··· Input for this task ···

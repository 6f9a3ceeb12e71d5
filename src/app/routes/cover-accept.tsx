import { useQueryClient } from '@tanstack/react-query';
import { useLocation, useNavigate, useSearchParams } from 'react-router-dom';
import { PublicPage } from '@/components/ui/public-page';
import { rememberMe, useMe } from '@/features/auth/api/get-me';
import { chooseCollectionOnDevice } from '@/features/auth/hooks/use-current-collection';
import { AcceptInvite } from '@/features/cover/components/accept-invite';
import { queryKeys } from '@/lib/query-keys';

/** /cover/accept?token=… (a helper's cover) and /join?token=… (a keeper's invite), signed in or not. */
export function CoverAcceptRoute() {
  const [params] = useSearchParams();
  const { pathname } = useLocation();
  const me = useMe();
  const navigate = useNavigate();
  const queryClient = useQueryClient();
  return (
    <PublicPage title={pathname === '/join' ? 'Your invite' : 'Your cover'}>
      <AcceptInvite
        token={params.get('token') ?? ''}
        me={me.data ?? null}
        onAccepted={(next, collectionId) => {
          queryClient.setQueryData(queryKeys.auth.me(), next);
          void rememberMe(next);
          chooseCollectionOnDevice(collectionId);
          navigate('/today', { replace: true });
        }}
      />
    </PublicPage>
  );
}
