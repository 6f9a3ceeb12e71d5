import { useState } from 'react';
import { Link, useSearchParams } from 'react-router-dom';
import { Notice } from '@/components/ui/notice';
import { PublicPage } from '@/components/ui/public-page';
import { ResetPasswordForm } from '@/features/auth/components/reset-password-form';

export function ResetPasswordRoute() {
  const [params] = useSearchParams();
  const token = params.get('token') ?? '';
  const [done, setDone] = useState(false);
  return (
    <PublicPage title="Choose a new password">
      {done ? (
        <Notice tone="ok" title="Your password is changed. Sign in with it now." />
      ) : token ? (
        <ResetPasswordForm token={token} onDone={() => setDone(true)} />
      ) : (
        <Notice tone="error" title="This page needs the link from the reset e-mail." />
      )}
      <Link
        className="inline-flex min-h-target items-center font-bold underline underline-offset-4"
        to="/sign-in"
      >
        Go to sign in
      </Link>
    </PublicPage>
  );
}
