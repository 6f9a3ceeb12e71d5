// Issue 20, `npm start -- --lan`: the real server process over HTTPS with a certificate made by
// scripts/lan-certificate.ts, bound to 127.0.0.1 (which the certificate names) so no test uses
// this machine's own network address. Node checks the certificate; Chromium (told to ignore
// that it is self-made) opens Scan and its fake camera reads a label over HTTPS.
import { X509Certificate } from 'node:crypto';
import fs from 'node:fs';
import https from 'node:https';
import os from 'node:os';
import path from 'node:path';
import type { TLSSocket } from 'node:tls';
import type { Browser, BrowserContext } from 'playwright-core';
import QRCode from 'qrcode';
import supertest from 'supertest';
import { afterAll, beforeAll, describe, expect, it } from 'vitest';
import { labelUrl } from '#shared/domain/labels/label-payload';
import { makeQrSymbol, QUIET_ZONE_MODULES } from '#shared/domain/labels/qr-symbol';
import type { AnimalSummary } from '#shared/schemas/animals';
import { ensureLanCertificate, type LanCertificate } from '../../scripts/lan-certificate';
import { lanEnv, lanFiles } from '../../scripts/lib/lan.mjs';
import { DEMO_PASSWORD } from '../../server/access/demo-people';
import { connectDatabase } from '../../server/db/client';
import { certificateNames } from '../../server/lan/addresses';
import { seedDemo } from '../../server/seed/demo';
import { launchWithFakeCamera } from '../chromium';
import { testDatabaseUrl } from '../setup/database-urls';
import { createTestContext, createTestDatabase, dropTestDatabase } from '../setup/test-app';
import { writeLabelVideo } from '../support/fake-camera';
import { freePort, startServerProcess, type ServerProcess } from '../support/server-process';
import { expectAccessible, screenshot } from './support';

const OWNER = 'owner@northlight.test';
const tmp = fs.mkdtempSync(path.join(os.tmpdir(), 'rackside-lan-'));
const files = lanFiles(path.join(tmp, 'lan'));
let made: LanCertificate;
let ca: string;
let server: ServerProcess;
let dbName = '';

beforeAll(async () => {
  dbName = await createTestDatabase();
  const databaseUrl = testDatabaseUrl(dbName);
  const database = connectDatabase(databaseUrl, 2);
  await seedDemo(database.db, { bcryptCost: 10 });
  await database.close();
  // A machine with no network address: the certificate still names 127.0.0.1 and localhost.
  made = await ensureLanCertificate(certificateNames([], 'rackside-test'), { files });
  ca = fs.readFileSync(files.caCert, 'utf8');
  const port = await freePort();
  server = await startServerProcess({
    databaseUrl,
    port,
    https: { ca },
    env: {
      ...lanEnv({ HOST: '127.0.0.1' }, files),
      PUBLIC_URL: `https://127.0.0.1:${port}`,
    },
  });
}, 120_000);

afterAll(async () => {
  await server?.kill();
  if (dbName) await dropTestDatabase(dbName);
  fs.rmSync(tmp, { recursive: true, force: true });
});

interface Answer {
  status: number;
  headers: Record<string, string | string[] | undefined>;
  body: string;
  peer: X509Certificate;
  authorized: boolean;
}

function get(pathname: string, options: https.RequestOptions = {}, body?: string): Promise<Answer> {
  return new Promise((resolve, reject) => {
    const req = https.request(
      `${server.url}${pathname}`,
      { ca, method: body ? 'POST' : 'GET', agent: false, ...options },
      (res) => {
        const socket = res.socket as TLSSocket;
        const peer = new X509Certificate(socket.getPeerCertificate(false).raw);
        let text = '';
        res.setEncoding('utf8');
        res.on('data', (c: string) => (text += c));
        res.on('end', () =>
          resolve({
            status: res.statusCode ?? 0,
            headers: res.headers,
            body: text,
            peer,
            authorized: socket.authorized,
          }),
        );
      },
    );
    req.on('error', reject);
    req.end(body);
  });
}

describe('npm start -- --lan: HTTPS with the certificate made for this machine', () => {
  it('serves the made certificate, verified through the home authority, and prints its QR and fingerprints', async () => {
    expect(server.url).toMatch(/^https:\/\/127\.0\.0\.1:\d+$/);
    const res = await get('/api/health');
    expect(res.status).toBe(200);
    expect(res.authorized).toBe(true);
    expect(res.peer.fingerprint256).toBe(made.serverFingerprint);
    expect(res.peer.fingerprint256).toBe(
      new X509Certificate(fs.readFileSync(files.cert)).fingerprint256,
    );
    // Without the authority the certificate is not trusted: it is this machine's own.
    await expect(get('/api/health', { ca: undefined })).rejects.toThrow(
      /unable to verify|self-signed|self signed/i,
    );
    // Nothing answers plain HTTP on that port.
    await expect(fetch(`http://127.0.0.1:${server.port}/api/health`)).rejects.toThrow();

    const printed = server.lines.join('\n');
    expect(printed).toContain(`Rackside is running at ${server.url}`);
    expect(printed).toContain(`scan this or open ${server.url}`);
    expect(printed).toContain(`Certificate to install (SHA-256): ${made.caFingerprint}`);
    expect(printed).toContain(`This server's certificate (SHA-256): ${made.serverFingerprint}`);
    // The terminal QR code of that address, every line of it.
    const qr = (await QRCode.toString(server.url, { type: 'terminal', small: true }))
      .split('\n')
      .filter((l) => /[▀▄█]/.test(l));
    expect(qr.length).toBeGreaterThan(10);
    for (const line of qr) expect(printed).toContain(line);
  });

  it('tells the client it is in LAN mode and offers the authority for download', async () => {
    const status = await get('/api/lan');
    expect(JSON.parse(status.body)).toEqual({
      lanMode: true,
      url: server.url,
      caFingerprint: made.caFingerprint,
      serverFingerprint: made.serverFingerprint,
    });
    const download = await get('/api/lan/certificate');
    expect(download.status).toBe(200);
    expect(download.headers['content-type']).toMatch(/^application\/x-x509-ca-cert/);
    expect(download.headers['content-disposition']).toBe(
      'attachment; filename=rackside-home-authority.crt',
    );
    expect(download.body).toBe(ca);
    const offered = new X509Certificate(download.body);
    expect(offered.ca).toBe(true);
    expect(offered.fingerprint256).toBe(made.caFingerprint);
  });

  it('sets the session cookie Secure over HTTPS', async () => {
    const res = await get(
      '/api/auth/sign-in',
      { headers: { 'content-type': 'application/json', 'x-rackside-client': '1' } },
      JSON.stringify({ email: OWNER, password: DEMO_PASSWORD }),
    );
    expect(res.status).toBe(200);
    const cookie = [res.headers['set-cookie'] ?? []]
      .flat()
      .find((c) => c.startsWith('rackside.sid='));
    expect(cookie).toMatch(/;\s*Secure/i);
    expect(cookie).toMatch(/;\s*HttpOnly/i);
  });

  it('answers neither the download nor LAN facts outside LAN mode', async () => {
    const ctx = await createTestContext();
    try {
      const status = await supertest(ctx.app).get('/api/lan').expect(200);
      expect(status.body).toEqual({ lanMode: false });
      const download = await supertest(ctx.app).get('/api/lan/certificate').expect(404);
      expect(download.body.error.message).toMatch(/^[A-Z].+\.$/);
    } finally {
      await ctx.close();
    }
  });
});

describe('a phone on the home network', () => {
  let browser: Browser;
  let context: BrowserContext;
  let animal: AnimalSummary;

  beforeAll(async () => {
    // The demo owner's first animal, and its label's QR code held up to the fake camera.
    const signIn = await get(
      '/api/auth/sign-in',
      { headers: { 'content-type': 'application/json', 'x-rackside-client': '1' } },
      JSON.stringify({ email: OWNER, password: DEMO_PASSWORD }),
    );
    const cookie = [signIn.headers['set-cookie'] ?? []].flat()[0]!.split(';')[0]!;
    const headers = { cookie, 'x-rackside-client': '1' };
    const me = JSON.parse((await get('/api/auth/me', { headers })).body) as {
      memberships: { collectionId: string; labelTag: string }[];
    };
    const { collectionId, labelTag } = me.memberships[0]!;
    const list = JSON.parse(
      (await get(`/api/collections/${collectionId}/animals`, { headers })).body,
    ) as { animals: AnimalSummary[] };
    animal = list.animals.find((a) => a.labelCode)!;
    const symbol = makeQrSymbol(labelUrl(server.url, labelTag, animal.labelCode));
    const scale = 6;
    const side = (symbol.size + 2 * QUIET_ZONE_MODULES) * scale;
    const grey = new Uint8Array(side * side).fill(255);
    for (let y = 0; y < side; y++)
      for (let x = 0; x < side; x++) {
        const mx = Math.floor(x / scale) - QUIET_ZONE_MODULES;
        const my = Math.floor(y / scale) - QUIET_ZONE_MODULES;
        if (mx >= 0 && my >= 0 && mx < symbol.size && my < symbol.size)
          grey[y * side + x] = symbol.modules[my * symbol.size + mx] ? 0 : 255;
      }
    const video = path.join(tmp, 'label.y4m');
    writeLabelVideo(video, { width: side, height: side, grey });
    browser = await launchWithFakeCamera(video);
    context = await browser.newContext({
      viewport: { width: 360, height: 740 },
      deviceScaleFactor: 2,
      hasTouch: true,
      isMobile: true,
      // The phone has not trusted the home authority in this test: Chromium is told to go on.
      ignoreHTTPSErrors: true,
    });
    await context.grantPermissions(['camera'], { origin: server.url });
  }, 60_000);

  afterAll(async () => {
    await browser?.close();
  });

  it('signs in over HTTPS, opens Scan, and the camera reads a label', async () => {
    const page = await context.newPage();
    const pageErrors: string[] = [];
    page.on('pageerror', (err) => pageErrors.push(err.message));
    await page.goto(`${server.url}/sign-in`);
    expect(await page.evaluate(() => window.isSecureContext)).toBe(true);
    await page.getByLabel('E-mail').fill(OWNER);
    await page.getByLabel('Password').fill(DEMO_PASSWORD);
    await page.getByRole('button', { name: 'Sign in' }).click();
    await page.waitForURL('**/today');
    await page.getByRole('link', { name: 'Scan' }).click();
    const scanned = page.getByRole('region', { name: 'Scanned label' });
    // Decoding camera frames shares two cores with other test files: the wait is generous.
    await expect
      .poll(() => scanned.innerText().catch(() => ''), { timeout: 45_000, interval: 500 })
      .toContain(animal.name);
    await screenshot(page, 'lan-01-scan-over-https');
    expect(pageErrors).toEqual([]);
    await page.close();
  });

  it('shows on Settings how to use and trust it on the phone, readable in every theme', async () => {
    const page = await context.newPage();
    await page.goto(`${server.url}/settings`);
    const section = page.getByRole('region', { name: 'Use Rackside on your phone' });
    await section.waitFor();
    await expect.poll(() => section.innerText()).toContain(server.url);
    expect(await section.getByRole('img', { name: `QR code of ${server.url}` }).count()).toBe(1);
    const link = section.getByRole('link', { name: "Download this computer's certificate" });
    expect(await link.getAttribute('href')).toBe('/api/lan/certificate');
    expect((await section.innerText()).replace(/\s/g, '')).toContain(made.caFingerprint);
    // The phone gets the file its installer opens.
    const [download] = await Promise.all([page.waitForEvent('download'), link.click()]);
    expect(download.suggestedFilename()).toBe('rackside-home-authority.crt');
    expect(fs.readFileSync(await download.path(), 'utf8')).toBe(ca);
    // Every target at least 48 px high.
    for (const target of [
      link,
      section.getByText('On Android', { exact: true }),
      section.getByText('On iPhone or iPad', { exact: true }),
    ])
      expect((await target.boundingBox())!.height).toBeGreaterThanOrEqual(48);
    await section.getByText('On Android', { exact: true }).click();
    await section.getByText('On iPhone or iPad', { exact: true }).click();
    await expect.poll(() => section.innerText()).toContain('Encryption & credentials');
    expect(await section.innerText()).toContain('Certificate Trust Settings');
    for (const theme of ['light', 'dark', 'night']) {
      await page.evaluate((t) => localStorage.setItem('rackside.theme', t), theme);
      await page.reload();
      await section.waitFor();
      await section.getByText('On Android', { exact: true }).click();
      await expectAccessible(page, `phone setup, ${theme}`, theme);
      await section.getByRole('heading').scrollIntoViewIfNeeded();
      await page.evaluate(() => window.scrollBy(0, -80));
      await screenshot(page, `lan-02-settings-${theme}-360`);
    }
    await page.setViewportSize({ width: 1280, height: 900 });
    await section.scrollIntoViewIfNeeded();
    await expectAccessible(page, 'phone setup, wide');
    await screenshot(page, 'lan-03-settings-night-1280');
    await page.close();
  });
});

···

• _Problem_
Whenever a line includes the word "react", pull it out of the entries.

• _Answer to the problem_
import { useQueryClient } from '@tanstack/react-query';
import { useLocation, useNavigate, useSearchParams } from 'react-router-dom';
import { useState } from 'react';
import { Link, useSearchParams } from 'react-router-dom';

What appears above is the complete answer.